▶ [TASK DATA]:
──────

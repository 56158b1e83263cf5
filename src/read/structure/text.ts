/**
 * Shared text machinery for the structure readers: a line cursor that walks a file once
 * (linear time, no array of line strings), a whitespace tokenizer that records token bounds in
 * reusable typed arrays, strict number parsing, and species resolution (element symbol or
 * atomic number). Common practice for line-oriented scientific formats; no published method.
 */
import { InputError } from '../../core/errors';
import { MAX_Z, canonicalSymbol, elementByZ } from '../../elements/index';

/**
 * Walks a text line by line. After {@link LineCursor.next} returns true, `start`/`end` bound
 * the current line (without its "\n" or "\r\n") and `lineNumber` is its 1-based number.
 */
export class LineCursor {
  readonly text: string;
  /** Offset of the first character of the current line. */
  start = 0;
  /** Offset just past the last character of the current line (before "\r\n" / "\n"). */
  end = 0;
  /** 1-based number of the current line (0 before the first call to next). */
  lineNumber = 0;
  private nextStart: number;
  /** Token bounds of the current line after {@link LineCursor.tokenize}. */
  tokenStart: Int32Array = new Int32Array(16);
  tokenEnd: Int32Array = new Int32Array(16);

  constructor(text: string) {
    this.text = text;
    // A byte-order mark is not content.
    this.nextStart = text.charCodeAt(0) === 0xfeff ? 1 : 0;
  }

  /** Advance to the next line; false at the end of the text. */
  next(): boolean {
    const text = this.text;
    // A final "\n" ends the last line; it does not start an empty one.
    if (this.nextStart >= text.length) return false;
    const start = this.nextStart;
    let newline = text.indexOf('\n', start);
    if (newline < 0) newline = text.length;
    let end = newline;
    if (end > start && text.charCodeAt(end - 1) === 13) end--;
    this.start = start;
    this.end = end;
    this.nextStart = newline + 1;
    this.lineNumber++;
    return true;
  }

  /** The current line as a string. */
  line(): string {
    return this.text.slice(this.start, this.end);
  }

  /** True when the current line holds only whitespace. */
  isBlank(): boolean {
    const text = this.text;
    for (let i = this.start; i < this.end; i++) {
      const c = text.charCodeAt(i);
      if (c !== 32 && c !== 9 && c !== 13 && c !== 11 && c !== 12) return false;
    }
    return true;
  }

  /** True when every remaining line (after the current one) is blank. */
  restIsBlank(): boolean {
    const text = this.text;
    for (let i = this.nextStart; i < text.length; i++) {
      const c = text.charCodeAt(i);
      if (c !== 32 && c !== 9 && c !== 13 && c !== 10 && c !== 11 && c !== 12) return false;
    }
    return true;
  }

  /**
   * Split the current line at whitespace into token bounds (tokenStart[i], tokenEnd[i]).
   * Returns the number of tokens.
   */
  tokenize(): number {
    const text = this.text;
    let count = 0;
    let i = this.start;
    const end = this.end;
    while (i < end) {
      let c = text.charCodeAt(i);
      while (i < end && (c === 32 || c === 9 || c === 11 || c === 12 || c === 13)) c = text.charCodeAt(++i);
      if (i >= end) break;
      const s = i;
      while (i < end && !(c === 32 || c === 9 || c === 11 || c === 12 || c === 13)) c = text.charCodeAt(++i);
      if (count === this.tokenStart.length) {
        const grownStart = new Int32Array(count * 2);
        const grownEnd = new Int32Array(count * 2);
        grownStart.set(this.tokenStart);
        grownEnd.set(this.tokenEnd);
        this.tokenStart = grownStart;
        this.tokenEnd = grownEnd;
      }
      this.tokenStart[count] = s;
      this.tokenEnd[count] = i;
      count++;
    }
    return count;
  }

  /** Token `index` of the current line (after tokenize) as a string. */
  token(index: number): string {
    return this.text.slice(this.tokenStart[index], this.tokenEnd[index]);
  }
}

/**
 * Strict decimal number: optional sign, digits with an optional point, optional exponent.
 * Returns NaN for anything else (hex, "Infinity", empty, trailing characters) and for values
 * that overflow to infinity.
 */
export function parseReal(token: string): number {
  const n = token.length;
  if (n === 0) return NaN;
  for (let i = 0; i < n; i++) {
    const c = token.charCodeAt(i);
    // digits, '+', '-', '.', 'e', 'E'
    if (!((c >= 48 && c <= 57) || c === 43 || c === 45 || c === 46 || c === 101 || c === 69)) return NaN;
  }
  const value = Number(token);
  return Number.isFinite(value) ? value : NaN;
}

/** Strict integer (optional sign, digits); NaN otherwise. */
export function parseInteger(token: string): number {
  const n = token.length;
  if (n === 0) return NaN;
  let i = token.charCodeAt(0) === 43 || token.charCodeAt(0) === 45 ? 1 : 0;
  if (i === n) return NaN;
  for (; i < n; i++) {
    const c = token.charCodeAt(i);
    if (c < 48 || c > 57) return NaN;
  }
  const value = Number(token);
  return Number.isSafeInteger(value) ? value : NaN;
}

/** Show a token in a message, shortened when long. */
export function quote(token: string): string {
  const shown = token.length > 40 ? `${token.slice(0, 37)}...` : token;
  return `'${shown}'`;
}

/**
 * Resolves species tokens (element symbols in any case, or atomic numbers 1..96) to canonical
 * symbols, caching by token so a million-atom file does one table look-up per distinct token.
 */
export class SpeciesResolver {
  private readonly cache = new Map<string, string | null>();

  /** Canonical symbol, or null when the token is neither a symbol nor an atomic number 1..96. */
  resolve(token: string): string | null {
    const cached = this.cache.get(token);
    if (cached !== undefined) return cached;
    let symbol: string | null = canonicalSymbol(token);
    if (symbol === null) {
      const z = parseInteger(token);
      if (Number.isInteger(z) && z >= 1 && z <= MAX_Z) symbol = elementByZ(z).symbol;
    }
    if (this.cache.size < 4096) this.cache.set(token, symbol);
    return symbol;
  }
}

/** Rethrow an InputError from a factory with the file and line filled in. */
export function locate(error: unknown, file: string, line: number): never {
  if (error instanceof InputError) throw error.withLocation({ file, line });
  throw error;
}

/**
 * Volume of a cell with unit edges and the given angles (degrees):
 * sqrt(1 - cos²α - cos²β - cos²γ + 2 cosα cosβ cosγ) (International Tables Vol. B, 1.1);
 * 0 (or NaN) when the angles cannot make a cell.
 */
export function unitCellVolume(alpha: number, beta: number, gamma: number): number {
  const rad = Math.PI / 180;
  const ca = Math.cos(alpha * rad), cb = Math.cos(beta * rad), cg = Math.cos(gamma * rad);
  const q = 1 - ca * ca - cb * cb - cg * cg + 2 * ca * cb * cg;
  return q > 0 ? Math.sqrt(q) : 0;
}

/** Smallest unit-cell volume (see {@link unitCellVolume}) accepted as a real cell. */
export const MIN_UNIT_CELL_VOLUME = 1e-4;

──────

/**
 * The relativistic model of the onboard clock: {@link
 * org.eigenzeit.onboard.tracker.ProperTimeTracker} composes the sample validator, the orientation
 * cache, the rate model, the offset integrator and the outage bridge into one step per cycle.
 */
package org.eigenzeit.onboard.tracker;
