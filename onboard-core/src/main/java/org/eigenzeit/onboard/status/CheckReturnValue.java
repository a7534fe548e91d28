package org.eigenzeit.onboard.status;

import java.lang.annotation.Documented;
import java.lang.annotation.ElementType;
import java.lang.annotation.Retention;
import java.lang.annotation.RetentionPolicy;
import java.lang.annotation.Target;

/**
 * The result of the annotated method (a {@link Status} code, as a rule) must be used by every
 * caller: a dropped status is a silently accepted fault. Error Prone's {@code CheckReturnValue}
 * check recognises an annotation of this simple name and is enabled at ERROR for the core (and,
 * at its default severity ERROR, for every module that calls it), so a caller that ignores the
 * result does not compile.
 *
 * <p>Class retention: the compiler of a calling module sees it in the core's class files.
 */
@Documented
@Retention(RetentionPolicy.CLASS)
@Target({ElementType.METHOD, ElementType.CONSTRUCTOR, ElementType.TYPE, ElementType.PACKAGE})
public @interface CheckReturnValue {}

──────

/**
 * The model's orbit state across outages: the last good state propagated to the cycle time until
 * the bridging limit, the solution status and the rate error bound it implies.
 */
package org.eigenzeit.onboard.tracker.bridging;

──────

▶ [WORK REQUEST]: Would you please filter the lines above and copy every one that includes "annotation"?

▶ [RESULT OF THIS TASK]:
import java.lang.annotation.Documented;
import java.lang.annotation.ElementType;
import java.lang.annotation.Retention;
import java.lang.annotation.RetentionPolicy;
import java.lang.annotation.Target;
 * check recognises an annotation of this simple name and is enabled at ERROR for the core (and,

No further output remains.